_What to produce_
All entries below are to be returned in full, exactly as they stand.

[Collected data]
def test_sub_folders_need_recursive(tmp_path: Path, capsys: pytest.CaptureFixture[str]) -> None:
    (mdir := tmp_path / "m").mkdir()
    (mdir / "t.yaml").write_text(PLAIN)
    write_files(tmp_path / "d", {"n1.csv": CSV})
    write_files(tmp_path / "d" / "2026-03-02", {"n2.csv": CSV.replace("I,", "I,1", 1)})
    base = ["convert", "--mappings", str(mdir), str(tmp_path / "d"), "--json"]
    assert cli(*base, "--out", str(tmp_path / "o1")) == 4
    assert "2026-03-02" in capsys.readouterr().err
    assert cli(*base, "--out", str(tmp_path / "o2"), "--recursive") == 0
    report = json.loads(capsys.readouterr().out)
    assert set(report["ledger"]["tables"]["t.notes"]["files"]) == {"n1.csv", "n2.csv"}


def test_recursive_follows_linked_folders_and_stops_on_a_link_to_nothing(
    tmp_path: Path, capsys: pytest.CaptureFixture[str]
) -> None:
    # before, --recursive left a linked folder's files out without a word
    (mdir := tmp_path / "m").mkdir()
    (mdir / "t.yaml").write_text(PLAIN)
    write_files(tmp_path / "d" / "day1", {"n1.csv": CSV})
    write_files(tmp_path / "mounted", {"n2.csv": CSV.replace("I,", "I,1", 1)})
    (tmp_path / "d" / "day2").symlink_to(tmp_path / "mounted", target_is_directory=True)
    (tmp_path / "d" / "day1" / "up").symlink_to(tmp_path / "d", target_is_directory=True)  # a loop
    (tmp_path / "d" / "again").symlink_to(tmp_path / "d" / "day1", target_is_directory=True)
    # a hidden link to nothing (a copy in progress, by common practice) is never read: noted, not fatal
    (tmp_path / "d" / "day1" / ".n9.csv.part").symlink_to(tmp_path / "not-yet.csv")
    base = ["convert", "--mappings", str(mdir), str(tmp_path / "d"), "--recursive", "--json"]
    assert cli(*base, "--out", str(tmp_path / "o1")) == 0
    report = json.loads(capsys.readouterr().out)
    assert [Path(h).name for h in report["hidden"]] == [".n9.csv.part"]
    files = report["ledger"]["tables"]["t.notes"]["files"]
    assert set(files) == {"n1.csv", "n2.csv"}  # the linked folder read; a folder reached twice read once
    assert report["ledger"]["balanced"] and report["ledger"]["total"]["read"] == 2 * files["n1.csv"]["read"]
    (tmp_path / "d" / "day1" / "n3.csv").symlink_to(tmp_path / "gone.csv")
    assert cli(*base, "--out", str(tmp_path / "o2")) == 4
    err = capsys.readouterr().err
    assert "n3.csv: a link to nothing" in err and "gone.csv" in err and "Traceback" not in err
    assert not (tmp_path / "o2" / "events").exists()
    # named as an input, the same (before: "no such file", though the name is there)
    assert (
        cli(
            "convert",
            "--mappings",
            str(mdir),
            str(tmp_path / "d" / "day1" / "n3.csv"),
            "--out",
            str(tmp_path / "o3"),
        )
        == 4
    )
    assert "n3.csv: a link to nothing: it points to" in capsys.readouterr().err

_Answer box_
def test_sub_folders_need_recursive(tmp_path: Path, capsys: pytest.CaptureFixture[str]) -> None:
    (mdir := tmp_path / "m").mkdir()
    (mdir / "t.yaml").write_text(PLAIN)
    write_files(tmp_path / "d", {"n1.csv": CSV})
    write_files(tmp_path / "d" / "2026-03-02", {"n2.csv": CSV.replace("I,", "I,1", 1)})
    base = ["convert", "--mappings", str(mdir), str(tmp_path / "d"), "--json"]
    assert cli(*base, "--out", str(tmp_path / "o1")) == 4
    assert "2026-03-02" in capsys.readouterr().err
    assert cli(*base, "--out", str(tmp_path / "o2"), "--recursive") == 0
    report = json.loads(capsys.readouterr().out)
    assert set(report["ledger"]["tables"]["t.notes"]["files"]) == {"n1.csv", "n2.csv"}


def test_recursive_follows_linked_folders_and_stops_on_a_link_to_nothing(
    tmp_path: Path, capsys: pytest.CaptureFixture[str]
) -> None:
    # before, --recursive left a linked folder's files out without a word
    (mdir := tmp_path / "m").mkdir()
    (mdir / "t.yaml").write_text(PLAIN)
    write_files(tmp_path / "d" / "day1", {"n1.csv": CSV})
    write_files(tmp_path / "mounted", {"n2.csv": CSV.replace("I,", "I,1", 1)})
    (tmp_path / "d" / "day2").symlink_to(tmp_path / "mounted", target_is_directory=True)
    (tmp_path / "d" / "day1" / "up").symlink_to(tmp_path / "d", target_is_directory=True)  # a loop
    (tmp_path / "d" / "again").symlink_to(tmp_path / "d" / "day1", target_is_directory=True)
    # a hidden link to nothing (a copy in progress, by common practice) is never read: noted, not fatal
    (tmp_path / "d" / "day1" / ".n9.csv.part").symlink_to(tmp_path / "not-yet.csv")
    base = ["convert", "--mappings", str(mdir), str(tmp_path / "d"), "--recursive", "--json"]
    assert cli(*base, "--out", str(tmp_path / "o1")) == 0
    report = json.loads(capsys.readouterr().out)
    assert [Path(h).name for h in report["hidden"]] == [".n9.csv.part"]
    files = report["ledger"]["tables"]["t.notes"]["files"]
    assert set(files) == {"n1.csv", "n2.csv"}  # the linked folder read; a folder reached twice read once
    assert report["ledger"]["balanced"] and report["ledger"]["total"]["read"] == 2 * files["n1.csv"]["read"]
    (tmp_path / "d" / "day1" / "n3.csv").symlink_to(tmp_path / "gone.csv")
    assert cli(*base, "--out", str(tmp_path / "o2")) == 4
    err = capsys.readouterr().err
    assert "n3.csv: a link to nothing" in err and "gone.csv" in err and "Traceback" not in err
    assert not (tmp_path / "o2" / "events").exists()
    # named as an input, the same (before: "no such file", though the name is there)
    assert (
        cli(
            "convert",
            "--mappings",
            str(mdir),
            str(tmp_path / "d" / "day1" / "n3.csv"),
            "--out",
            str(tmp_path / "o3"),
        )
        == 4
    )
    assert "n3.csv: a link to nothing: it points to" in capsys.readouterr().err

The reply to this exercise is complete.